2. Pick a defensible cost-cap. If the plan shows estimated cost above
the cap, narrow selection with `--from-chapter`/`--to-chapter`
before running.
3. Pick the final model. Confirm an entry exists in
`src/infospace_bench/model_rates.yaml` (or a workspace override) so
`cost_usd_estimated` lines up with reality. List prices drift —
refresh `captured_at` if older than 90 days.
4. Run one chapter, review per the checklist above, then either
continue chapter-by-chapter or batch via
`--from-chapter`/`--to-chapter`. Resume is whole-run-skip today
(see Risks); avoid relying on it for partial recovery.
5. After each successful range, archive the infospace with
`infospace-bench archive` so the budget log, the metrics, and the
generated artifacts all land in a single content-addressed package.

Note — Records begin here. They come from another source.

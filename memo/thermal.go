package memo

import (
	"coilmemo/analysis"
	"fmt"
	"math"
	"slices"
	"strconv"
	"strings"

	"coilmemo/calc"
	"coilmemo/doc"
	"coilmemo/figures"
	"coilmemo/format"
	"coilmemo/templates"
)

// heating is the section "Heating": the thermal model, then coil by coil
// the heat balance at the winding surface (convection by its correlation,
// radiation, the mount), the rise inside the winding to its hottest point,
// the margin to the insulation class, the warm-up from cold with the time
// to reach the class, the periodic state of an on/off cycle, and a table
// of the thermal results.
func (c *composer) heating() {
	d := c.j.Spec.Design
	r := c.j.Results
	if len(r.Coils) == 0 {
		return
	}
	c.heading(1, "Heating")
	cool := c.j.Cooling
	var env string
	switch {
	case cool.Vacuum:
		mount := "No mount resistance is stated, so no heat is taken to be conducted to the structure, which errs on the hot side."
		if R := d.Conditions.MountResistance; R > 0 {
			who := "It also conducts"
			if len(c.drivenCoils()) > 1 {
				who = "Each coil also conducts"
			}
			mount = fmt.Sprintf("%s heat to a mount held at the ambient temperature through a thermal resistance of %s, as stated.", who, Eng(R, "K/W", 3))
		}
		winding := "the winding"
		if len(c.drivenCoils()) > 1 {
			winding = "each winding"
		}
		env = templates.Text("heating-vacuum", map[string]string{"Emissivity": Sig(cool.Emissivity, 2), "Mount": mount, "Winding": winding})
	case cool.HGiven:
		env = templates.Text("heating-given-h", map[string]string{"H": Eng(cool.H, "W/(m²·K)", 3), "Emissivity": Sig(cool.Emissivity, 2)})
		if cool.Covered {
			env += " The coils lie under or behind a surface that people touch (enclosure = covered); the stated h is taken as that of the enclosure."
		}
	case cool.Covered:
		lie, mount := "The coils lie", ""
		if len(c.drivenCoils()) == 1 {
			lie = "The coil lies"
		}
		if R := d.Conditions.MountResistance; R > 0 {
			mount = fmt.Sprintf(", and by conduction to a mount held at the ambient temperature through a thermal resistance of %s, as stated", Eng(R, "K/W", 3))
		}
		env = templates.Text("heating-covered", map[string]string{"Emissivity": Sig(cool.Emissivity, 2), "Lie": lie, "Mount": mount})
	default:
		shapes, n := c.convectionShapes()
		plural, singular := "s", ""
		if n == 1 {
			plural, singular = "", "s"
		}
		ends := ""
		if c.anyShedsEnds() {
			ends = " The correlation for the outer shape is applied to the whole heat-shedding surface, end faces included."
		}
		env = templates.Text("heating-still-air", map[string]string{"Emissivity": Sig(cool.Emissivity, 2), "Placement": c.stillAirPlacement(),
			"RaMax": "10¹²", "Table": calc.AirTableSource, "Shapes": shapes, "Plural": plural, "Singular": singular, "Ends": ends})
	}
	c.para(env)
	if R := d.Conditions.MountResistance; R > 0 && !cool.Vacuum && !(cool.Covered && !cool.HGiven) {
		// in vacuum and under a cover the environment's words state the mount
		c.para(fmt.Sprintf("Each coil is also taken to conduct heat to a mount held at the ambient temperature through a thermal resistance of %s, as stated.", Eng(R, "K/W", 3)))
	}
	c.para(templates.Text("heating-model", map[string]string{"Conduction": c.conductionWords()}))
	for _, t := range c.nestedTexts() {
		c.para(t)
	}
	for i, co := range d.Coils {
		if i >= len(r.Coils) {
			break
		}
		cr := r.Coils[i]
		if !(cr.R20 > 0) || math.IsInf(cr.R20, 0) || analysis.IsReceiver(co) {
			continue
		}
		cs := &c.j.Coils[i]
		c.coilPart(co.Name, capitalise, func() {
			c.derive(heatSteps(co, cr, cs, c.j.Cooling)...)
			if p := warmUpText(co, cr, cs); p != "" {
				c.para(p)
			}
			c.warmUpFigure(co, cr, cs)
		})
	}
	c.add(c.thermalTable())
}
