/* kweave's RSS against the plain batched FFTW plans, interleaved. */
static int bench_rss(const kw_array *a, int threads, int reps)
{
    int rank = a->ndim - 1;
    size_t coils = a->dims[0], n = 1;
    int ni[3];
    for (int i = 0; i < rank; i++) {
        ni[i] = (int)a->dims[i + 1];
        n *= a->dims[i + 1];
    }
    const float complex *k = a->data;
    size_t bytes = coils * n * sizeof(float complex);
    float *img = kw_alloc(n * sizeof(float));
    float complex *w = kw_alloc(bytes), *o = kw_alloc(bytes);
    double *t = malloc(sizeof(double) * 3 * (size_t)reps);
    double *u = malloc(sizeof(double) * 3 * (size_t)reps);
    if (!img || !w || !o || !t || !u)
        return 1;
    kw_rssrecon *rs;
    if (kw_rssrecon_create(&rs, rank, a->dims + 1, coils, KW_FFT_MEASURE)) {
        fprintf(stderr, "kw_bench: %s\n", kw_last_error());
        return 1;
    }
    fftwf_plan_with_nthreads(threads);
    fftwf_plan pin = fftwf_plan_many_dft(rank, ni, (int)coils, (fftwf_complex *)w, NULL, 1,
                                         (int)n, (fftwf_complex *)w, NULL, 1, (int)n,
                                         FFTW_BACKWARD, FFTW_MEASURE);
    fftwf_plan pout = fftwf_plan_many_dft(rank, ni, (int)coils, (fftwf_complex *)w, NULL, 1,
                                          (int)n, (fftwf_complex *)o, NULL, 1, (int)n,
                                          FFTW_BACKWARD, FFTW_MEASURE | FFTW_DESTROY_INPUT);
    if (!pin || !pout)
        return 1;
    for (int r = -2; r < reps; r++) { /* two rounds of warm-up */
        for (int j = 0; j < 3; j++) {
            int which = (j + (r < 0 ? 0 : r)) % 3;
            double dt, du;
            if (which == 0) {
                double t0 = now_ms(), u0 = cpu_ms();
                kw_rssrecon_execute(rs, k, img);
                du = cpu_ms() - u0;
                dt = now_ms() - t0;
            } else {
                memcpy(w, k, bytes);
                double t0 = now_ms(), u0 = cpu_ms();
                fftwf_execute(which == 1 ? pin : pout);
                du = cpu_ms() - u0;
                dt = now_ms() - t0;
            }
            if (r >= 0) {
                t[which * reps + r] = dt;
                u[which * reps + r] = du;
            }
        }
    }
    double *tk = t, *tin = t + reps, *tout = t + 2 * reps;
    int in_floor = median_of(tin, reps) <= median_of(tout, reps);
    printf("{\"case\": \"rss\", \"coils\": %zu, \"dims\": [", coils);
    for (int i = 0; i < rank; i++)
        printf("%s%d", i ? ", " : "", ni[i]);
    printf("], \"threads\": %d, \"reps\": %d, \"floor_plan\": \"%s\", ", threads, reps,
           in_floor ? "in-place" : "out-of-place, input destroyed");
    series_json("kweave_ms", tk, reps, 0);
    series_json("fftw_inplace_ms", tin, reps, 0);
    series_json("fftw_outofplace_ms", tout, reps, 0);
    series_json("floor_ms", in_floor ? tin : tout, reps, 0);
    if (threads == 1) { /* the same, in the thread's CPU time */
        int uin = median_of(u + reps, reps) <= median_of(u + 2 * reps, reps);
        series_json("kweave_cpu_ms", u, reps, 0);
        series_json("floor_cpu_ms", uin ? u + reps : u + 2 * reps, reps, 0);
        ratio_json("cpu_ratio_to_floor", u, uin ? u + reps : u + 2 * reps, reps, 0);
    }
    ratio_json("ratio_to_floor", tk, in_floor ? tin : tout, reps, 1);
    printf("}\n");
    fftwf_destroy_plan(pin);
    fftwf_destroy_plan(pout);
    kw_rssrecon_destroy(rs);
    kw_free(img);
    kw_free(w);
    kw_free(o);
    free(t);
    free(u);
    return 0;
}

/* Progress callback: the time of every iteration's report. */
typedef struct {
    double t[64];
    int n;
} stamps;

static int stamp(void *user, const kw_progress *p)
{
    stamps *s = user;
    (void)p;
    if (s->n < 64)
        s->t[s->n++] = now_ms();
    return 0;
}
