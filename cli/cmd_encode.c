/* cmd_encode.c: `kweave encode`: simulate an acquisition of an analytic
 * phantom -> k-space .npy + JSON sidecar (+ truth image). Definitions of
 * SNR, noise and the k-space convention: docs/simulator.md. */
#include <errno.h>
#include <stddef.h>
#include <libgen.h>
#include <limits.h>
#include <math.h>
#include <stdio.h>
#include <stdlib.h>
#include <string.h>

#include "cli.h"
#include "kw_linalg.h"
#include "jsonio.h"
#include "kw_coils.h"
#include "kw_phantom.h"
#include "kw_simulate.h"
#include "kw_tissue.h"
#include "kw_rng.h"
#include "kw_sequence.h"
#include "npy.h"
#include "npystream.h"
#include "protofile.h"

#define MAX_EDGE 8192
/* Period of the trigonometric series of the coil maps, in FOV units: larger
 * than the FOV so that the series need not be periodic across it
 * (Guerquin-Kern et al. 2012 fit over a box somewhat larger than the object). */
#define COIL_PERIOD 1.5

static const char *usage =
    "usage: kweave encode --phantom NAME --matrix NX[xNY[xNZ]] --fov L[,LY[,LZ]]\n"
    "                     --out ks.npy [--truth truth.npy] [--snr X --seed N]\n"
    "                     [--sequence gre|se|ir --te T --tr T --flip DEG --ti T --b0 B]\n"
    "                     [--bandwidth BW] [--coils N | --sens maps.npy] [--sens-out F]\n"
    "                     [--pattern mask.npy | --trajectory traj.npy] [--noise-corr R]\n"
    "Simulate the acquisition of an analytic phantom with exact k-space (the\n"
    "Fourier transform of every shape evaluated at every sample). Phantoms:\n"
    "shepp-logan, shepp-logan-modified, weave, weave3d. See docs/simulator.md.";
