/* H = 1 / (1 + i 2 pi f tau), the first-order low-pass (textbook transfer
 * function of tau y' = G - y), tau = 20 us, against the closed form of the
 * same low-pass on the piecewise-linear waveform. The GIRF filters the
 * samples' band-limited interpolant within the raster's Nyquist band, the
 * closed form the continuous waveform: a sampling difference that falls
 * with the raster (measured 3.6e-3 of the amplitude at 10 us, 1.1e-3 at
 * 5 us, k 4.3e-4 and 7.6e-5 cycles/FOV; bounds 5e-3, 1.5e-3, 1e-3, 2e-4),
 * and the k lag tau G gamma_bar FOV = 2 cycles/FOV on the flat top. */
Test(waveform, girf_lowpass_matches_the_lowpass)
{
    double dg, dk, dn, prev = 1;
    const double bg[3] = {5e-3, 1.5e-3, 1.5e-3}, bk[3] = {1e-3, 2e-4, 2e-4};
    for (size_t up = 1, q = 0; up <= 4; up *= 2, q++) {
        girf_table(50e3 * (double)up, 5001 * up, 0, 20e-6, gf, gh);
        girf_vs_closed(up, 0, 20e-6, gf, gh, 5001 * up, &dg, &dk, &dn);
        cr_expect(dg < bg[q], "raster %g us: G %g of the amplitude", 10.0 / (double)up, dg);
        cr_expect(dk < bk[q], "raster %g us: k %g cycles/FOV", 10.0 / (double)up, dk);
        cr_expect(dg < prev, "raster %g us: %g not below %g", 10.0 / (double)up, dg, prev);
        cr_expect(fabs(dn - 2.0) < 1e-3, "lag %g cycles/FOV, expected 2", dn);
        prev = dg;
    }
}

/* The GIRF with a delay and a response term: the cascade (kw_waveform.h,
 * "Actual gradient: cascade"). The systems are linear and time-invariant,
 * so their product H(f) e^{-i 2 pi f d} ((1 - a) + a / (1 + i 2 pi f tau))
 * does not depend on the order; the library applies the GIRF to the
 * samples, then the closed-form terms to its output.
 * (1) H = 1 to 50 kHz with a 2 us delay gives the 2 us delay alone: the
 * GIRF returns the samples to 1e-12 of the amplitude (the identity test
 * above) and the same closed form acts on both, so the samples agree to
 * 1e-12 and k within float output rounding (|k| <= 64 cycles/FOV: 1e-5).
 * (2) H = e^{-i 2 pi f d} (d = 20 us, two rasters, a 10 Hz table) with a
 * 20 us low-pass gives the closed-form 20 us delay with the same low-pass:
 * the GIRF's samples are the delayed ones within 5e-7 of the amplitude
 * (the phase ramp's interpolation, girf_pure_delay_matches_the_delay), and
 * the first-order response is a contraction in the largest value (its
 * impulse response e^{-t/tau}/tau is positive with unit area), so the
 * results stay within the same 5e-7; k within 5e-5 (float output). The
 * same with an eddy-current term (amplitude 0.05, 50 us) and with the
 * delay on the GIRF's side and the low-pass in the table turned round
 * (H = 1 / (1 + i 2 pi f tau) with --delay 20 us against the closed-form
 * delay and low-pass): the latter within the low-pass's sampling
 * difference (girf_lowpass_matches_the_lowpass: bound 5e-3, k 1e-3). */
Test(waveform, girf_cascade_with_delay_and_response)
{
    double dg, dk, dn;
    girf_table(50e3, 2, 0, 0, gf, gh);
    girf_cascade(1, 2e-6, 0, 0, gf, gh, 2, 2e-6, 0, 0, &dg, &dk, &dn);
    cr_expect(dg < 1e-12, "H = 1 + delay: G %g of the amplitude", dg);
    cr_expect(dk < 1e-5, "H = 1 + delay: k %g cycles/FOV", dk);
    cr_expect(fabs(dn - 0.2) < 2e-3, "H = 1 + delay: echo moved by %g samples, expected 0.2", dn);
    girf_table(50e3, 5001, 20e-6, 0, gf, gh);
    girf_cascade(1, 20e-6, 20e-6, 1, gf, gh, 5001, 0, 20e-6, 1, &dg, &dk, &dn);
    cr_expect(dg < 5e-7, "GIRF delay + low-pass: G %g of the amplitude", dg);
    cr_expect(dk < 5e-5, "GIRF delay + low-pass: k %g cycles/FOV", dk);
    cr_expect(fabs(dn - 4.0) < 1e-3, "delay 2 + lag 2 cycles/FOV: %g", dn);
    girf_cascade(1, 20e-6, 50e-6, 0.05, gf, gh, 5001, 0, 50e-6, 0.05, &dg, &dk, &dn);
    cr_expect(dg < 5e-7, "GIRF delay + eddy: G %g of the amplitude", dg);
    cr_expect(dk < 5e-5, "GIRF delay + eddy: k %g cycles/FOV", dk);
    girf_table(50e3, 5001, 0, 20e-6, gf, gh);
    girf_cascade(1, 20e-6, 20e-6, 1, gf, gh, 5001, 20e-6, 0, 0, &dg, &dk, &dn);
    cr_expect(dg < 5e-3, "GIRF low-pass + delay: G %g of the amplitude", dg);
    cr_expect(dk < 1e-3, "GIRF low-pass + delay: k %g cycles/FOV", dk);
}

Test(waveform, girf_fields_are_checked)
{
    double g[40] = {0};
    double f[3] = {0, 1e3, 2e3};
    kw_cdouble hv[6] = {1, 1, 1, 1, 1, 1};
    kw_waveform_options o;
    kw_waveform_options_init(&o);
    o.rf_centre_s = 0;
    o.girf_freq_hz = f;
    o.girf = hv;
    o.girf_nfreq = 3;
    o.girf_axes = 1;
    expect_refused(g, 20, 2, &o, KW_EINVAL, "girf_axes");
    o.girf_axes = 2;
    f[2] = 1e3;
    expect_refused(g, 20, 2, &o, KW_EINVAL, "girf_freq_hz");
    f[2] = NAN;
    expect_refused(g, 20, 2, &o, KW_EINVAL, "girf_freq_hz");
    f[2] = 2e3;
    f[0] = -1;
    expect_refused(g, 20, 2, &o, KW_EINVAL, "girf_freq_hz");
    f[0] = 0;
    hv[4] = NAN;
    expect_refused(g, 20, 2, &o, KW_ENUMERIC, "girf");
    hv[4] = 1;
    o.girf_nfreq = 1;
    expect_refused(g, 20, 2, &o, KW_EINVAL, "girf");
    o.girf_nfreq = 3;
    o.girf = NULL;
    expect_refused(g, 20, 2, &o, KW_EINVAL, "girf");
    o.girf = hv;
    kw_waveform *w = make(g, 20, 2, &o);
    cr_expect(kw_waveform_has_imperfection(w));
    kw_waveform_destroy(w);
}

/* The GIRF under a sweep of allocation budgets (every refusal frees what
 * the call took), and kw_waveform_girf_split() of a complex table. */
Test(waveform, girf_allocation_budget_and_split)
{
    const size_t n = 300;
    double *g = calloc(2 * n, sizeof *g);
    trap(g, 2, 0, 10, 20, 50, 45e-3);
    trap(g, 2, 1, 100, 5, 30, -20e-3);
    kw_cfloat table[3 * 3] = {0, 1, 2, 1e3, 0.5f + 0.25f * I, 3, 2e3, 0.25f, -1};
    double *f = NULL;
    kw_cdouble *hv = NULL;
    cr_assert_eq(kw_waveform_girf_split(table, 3, 2, &f, &hv), KW_OK, "%s", kw_last_error());
    cr_expect(f[0] == 0 && f[1] == 1e3 && f[2] == 2e3);
    cr_expect(hv[0] == 1 && hv[1] == 0.5 + 0.25 * I && hv[2] == 0.25); /* axis x */
    cr_expect(hv[3] == 2 && hv[4] == 3 && hv[5] == -1);                /* axis y */
    kw_waveform_adc adc = {1e-3, 5e-6, 40};
    kw_waveform_options o;
    kw_waveform_options_init(&o);
    o.rf_centre_s = 50e-6;
    o.adc = &adc;
    o.nadc = 1;
    o.girf_freq_hz = f;
    o.girf = hv;
    o.girf_nfreq = 3;
    o.girf_axes = 2;
    kw_memory_set_limit(0);
    const size_t base = kw_memory_in_use();
    kw_memory_reset_peak();
    cr_assert_eq(budget_run(g, n, &o), KW_OK, "%s", kw_last_error());
    const size_t peak = kw_memory_peak() - base;
    for (size_t lim = 0; lim <= peak + 64; lim += 512) {
        kw_memory_set_limit(base + lim);
        kw_status st = budget_run(g, n, &o);
        cr_expect(st == KW_OK || st == KW_ENOMEM, "limit %zu: status %d", lim, st);
        kw_memory_set_limit(0);
        cr_expect_eq(kw_memory_in_use(), base, "limit %zu: bytes held afterwards", lim);
    }
    kw_free(f);
    kw_free(hv);
    table[6] = 2e3f + 1e-3f * I;
    cr_expect_eq(kw_waveform_girf_split(table, 3, 2, &f, &hv), KW_EINVAL);
    cr_expect_str_eq(kw_last_error_param(), "girf");
    cr_expect(strstr(kw_last_error(), "row 2") != NULL, "%s", kw_last_error());
    cr_expect_null(f);
    cr_expect_null(hv);
    free(g);
}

## Risks still load-bearing
These do not block a one-chapter run but should be re-checked before a
full-book run:
- **Cross-chunk entity dedupe.** Exact-title upsert works (same entity
title across chunks collapses to one file), but near-duplicate dedup
is still a reviewer responsibility. Plan: only proceed to multi-
chapter once a chapter's entity list has been hand-pruned.
- **Whole-run resume.** `generate resume` skips a completed run; it
does not skip just-completed-chunks. For a real 24-chapter run that
fails midway, the safest recovery today is a new infospace with the
remaining chapter range — not resume on the original.
- **Adaptive routing.** The current single-model run is fine for one
chapter but expensive at full-book scale. The cost-quality routing
layer is parked in `llm-connect` `LLM-WP-0004`; the consumer wiring
is parked in `infospace-bench` `IB-WP-0018`. Either land that work
first or accept the single-model bill.
- **Provider rate drift.** The default rate table in
`src/infospace_bench/model_rates.yaml` captured prices on 2026-05-17.
Refresh before a full-book run if the file is older than 90 days.
## Sign-off
IB-WP-0016 T01T07 are done. The pipeline can plan a chapter, run it
against OpenRouter, write a manifest-backed infospace with provider
metadata, record budget and variance, archive the result, and surface
the review-oriented sections that this checklist depends on. The full
Lefevre book is not yet a committed artifact and should not become one
until at least one chapter has cleared the reviewer checklist above.